The adsorption of organic dye compounds by LIG powders was demonstrated by Rathinam et al. [90]. Here, methylene blue and methyl orange were used as sample molecules for cationic and anionic organic water pollutants, respectively. The adsorption mechanism was attributed to π-π interactions and electrostatic interactions. By varying pH, the adsorption capacity for methylene blue held very high, between 88% and 100% between pH = 2 and pH = 10, while for methyl orange the adsorption capacity decreased by increasing pH, but was still >70% at pH = 10 [90]. This system showed superior capacity in comparison to graphene oxide, which suffered at high pH. Furthermore, such system did not suffer interference from anions usually present in water such as chloride, sulfate, nitrate, and bicarbonate [90].
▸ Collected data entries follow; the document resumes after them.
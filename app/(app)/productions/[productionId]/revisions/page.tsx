import type { Metadata } from "next";
import Link from "next/link";
import { memberForPage } from "@/lib/auth/page-guards";
import { can } from "@/lib/auth/policy";
import {
  compareRevisions,
  getPreviousRevisionId,
  getRevisionsByProduction,
  getRowVersions,
  getSnapshot,
} from "@/lib/data/revisions";
import { DEFAULT_SPARES_PERCENT, getEquipment } from "@/lib/data/revision-equipment";
import { getShopEmail } from "@/lib/data/revision-mail-settings";
import { diffSnapshots } from "@/lib/revisions/diff";
import { nextLetter } from "@/lib/revisions/letters";
import { purposeWords } from "@/lib/revisions/summary-text";
import { sparesSchema } from "@/lib/revisions/schemas";
import type { RevisionDto } from "@/lib/revisions/types";
import { Card } from "@/components/ui/card";
import { ChangesList } from "./_components/changes-list";
import { EquipmentCard } from "./_components/equipment-card";
import { IssueForm } from "./_components/issue-form";
import { ShopForm } from "./_components/shop-form";
import { RevisionList } from "./_components/revision-list";

export const metadata: Metadata = { title: "Revisions" };
export const dynamic = "force-dynamic";

type Search = { revision?: string; from?: string; to?: string; of?: string; eqFrom?: string; spares?: string };

/** A revision id from the URL that belongs to this production, "current", or the fallback. */
function pick(raw: string | undefined, revisions: RevisionDto[], fallback: string): string {
  if (raw === "current") return raw;
  return revisions.some((r) => String(r.id) === raw) ? (raw as string) : fallback;
}
const side = (v: string) => (v === "current" ? "current" : Number(v));

export default async function RevisionsPage({
  params,
  searchParams,
}: {
  params: Promise<{ productionId: string }>;
  searchParams: Promise<Search>;
}) {
  const { productionId, member } = await memberForPage((await params).productionId);
  const q = await searchParams;
  const revisions = await getRevisionsByProduction({ productionId });
  const latest = revisions[0];
  const canIssue = can(member, "revisions.issue");

  // The selected revision and what changed in it since the one before.
  const selected = revisions.find((r) => String(r.id) === q.revision) ?? latest;
  let selectedDiff = null;
  if (selected) {
    const previousId = await getPreviousRevisionId({ productionId, revisionId: selected.id });
    selectedDiff = previousId
      ? (await compareRevisions({ productionId, from: previousId, to: selected.id })).diff
      : diffSnapshots(null, (await getSnapshot({ productionId, revision: selected.id })).snapshot);
  }
  const previousOfSelected = selected ? revisions.find((r) => r.sequence < selected.sequence) : undefined;

  // Compare any two; by default the latest revision with the paperwork as it stands.
  const from = pick(q.from, revisions, latest ? String(latest.id) : "current");
  const to = pick(q.to, revisions, "current");
  const comparison = revisions.length ? await compareRevisions({ productionId, from: side(from), to: side(to) }) : null;
  const fromRevision = revisions.find((r) => String(r.id) === from);
  const restore =
    fromRevision && to === "current" && canIssue
      ? await getRowVersions({ productionId }).then((v) => ({
          productionId,
          revisionId: fromRevision.id,
          revisionLabel: fromRevision.label,
          fixtureVersions: v.fixtures,
          cueVersions: v.cues,
        }))
      : undefined;

  const spares = sparesSchema.safeParse(q.spares ?? DEFAULT_SPARES_PERCENT);
  const eq = {
    of: pick(q.of, revisions, "current"),
    from: q.eqFrom ? pick(q.eqFrom, revisions, "") : "",
    spares: String(spares.success ? spares.data : DEFAULT_SPARES_PERCENT),
  };
  const report = await getEquipment({
    productionId,
    of: side(eq.of),
    from: eq.from ? side(eq.from) : undefined,
    sparesPercent: Number(eq.spares),
  });
  const shopEmail = member.isOwner ? await getShopEmail({ productionId }) : null;

  return (
    <main className="mx-auto flex max-w-5xl flex-col gap-4 px-4 py-6 print:max-w-none print:p-0">
      {canIssue ? (
        <Card title="Issue a revision" className="print:hidden">
          <p className="mb-3 text-sm text-muted">
            Takes a copy of the paperwork as it stands (fixtures, positions, types, cues and levels) and e-mails the
            team what changed{latest ? ` since revision ${latest.label}` : ""}.
          </p>
          <IssueForm productionId={productionId} nextLetter={nextLetter(revisions.map((r) => r.label))} />
        </Card>
      ) : null}

      <Card title="Issued revisions">
        <RevisionList productionId={productionId} revisions={revisions} selectedId={selected?.id ?? null} />
      </Card>

      {selected && selectedDiff ? (
        <Card title={`Revision ${selected.label}`}>
          <p className="mb-2 text-sm">
            Issued for {purposeWords(selected.issuedFor)}
            {selected.issuedBy ? ` by ${selected.issuedBy}` : ""} on{" "}
            {new Date(selected.issuedAt).toUTCString().slice(0, 22)} UTC.
            {selected.note ? <span className="block text-muted">Note: {selected.note}</span> : null}
          </p>
          <h3 className="text-sm font-semibold">
            {previousOfSelected
              ? `Changes since revision ${previousOfSelected.label}`
              : "First revision: everything is new"}
          </h3>
          <ChangesList diff={selectedDiff} />
        </Card>
      ) : null}

      {comparison ? (
        <Card title="Compare">
          <form
            key={`${from}-${to}`}
            method="get"
            className="mb-3 flex flex-wrap items-end gap-3 print:hidden"
            aria-label="Compare revisions"
          >
            {(["from", "to"] as const).map((name) => (
              <div key={name} className="flex flex-col gap-1 text-sm">
                <label htmlFor={`compare-${name}`} className="font-medium">
                  {name === "from" ? "From" : "To"}
                </label>
                <select
                  id={`compare-${name}`}
                  name={name}
                  defaultValue={name === "from" ? from : to}
                  className="min-h-10 rounded-md border border-line bg-surface px-3 text-ink"
                >
                  <option value="current">The paperwork now</option>
                  {revisions.map((r) => (
                    <option key={r.id} value={String(r.id)}>
                      Revision {r.label}
                    </option>
                  ))}
                </select>
              </div>
            ))}
            <button type="submit" className="min-h-10 rounded-md border border-line px-4 text-sm hover:bg-raised">
              Compare
            </button>
          </form>
          <h3 className="text-sm font-semibold">
            {comparison.from === "current" ? "The paperwork now" : `Revision ${comparison.from}`} →{" "}
            {comparison.to === "current" ? "the paperwork now" : `revision ${comparison.to}`}
          </h3>
          {restore ? (
            <p className="text-xs text-muted print:hidden">
              A restore puts one unit&apos;s or cue&apos;s values back as revision {restore.revisionLabel} had them, as
              a new change in its history.
            </p>
          ) : null}
          <ChangesList diff={comparison.diff} restore={restore} />
        </Card>
      ) : null}

      <EquipmentCard
        key={`${eq.of}-${eq.from}-${eq.spares}`}
        productionId={productionId}
        revisions={revisions}
        report={report}
        query={eq}
      />

      {member.isOwner ? (
        <Card title="Rental shop" className="print:hidden">
          <ShopForm productionId={productionId} shopEmail={shopEmail} />
          <p className="mt-2 text-xs text-muted">
            Each team member chooses on the{" "}
            <Link href={`/productions/${productionId}/team`} className="text-accent underline">
              team page
            </Link>{" "}
            whether the revision e-mail reaches them.
          </p>
        </Card>
      ) : null}
    </main>
  );
}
4. Conclusions and Perspectives

This review covers the broad range of synthetic conditions and the applications of graphene obtained by laser reduction of graphene oxide as well as induced by laser on other materials such as commercial polymers or natural sources. In particular, examples have been given on how different synthetic and processing conditions can influence the final properties of LSG, such as the reaction atmosphere, laser wavelength, light source, starting material composition. A wide range of applications has also been covered, including different types of sensing, energy storage, electrocatalysis, and environmental.

All applications presented are indeed very promising from a proof-of-concept standpoint. However, becoming a competing technology in the real market needs to take into account other factors such as cost, scalability, and competitiveness against other established technologies. Hence, applications that should compete with technologies that already offer cheap alternatives, such as RH, temperature or pressure sensing, as well as some gas sensing, are bound to remain at a proof-of-concept stage. On the other hand, applications that have generally been developed more recently and are thus farther from maturity, for example, those related to wearable technologies or biosensing, offer more space for new materials. Here is where LRG or LSG could find a path forward to move from the lab to the market. This is the case for the strain sensing and biosensing applications or the energy storage solutions that have been outlined in Section 3, where nanomaterials, and graphene in particular, offer a clear value add that can speed up both technical performance and scaling up efforts.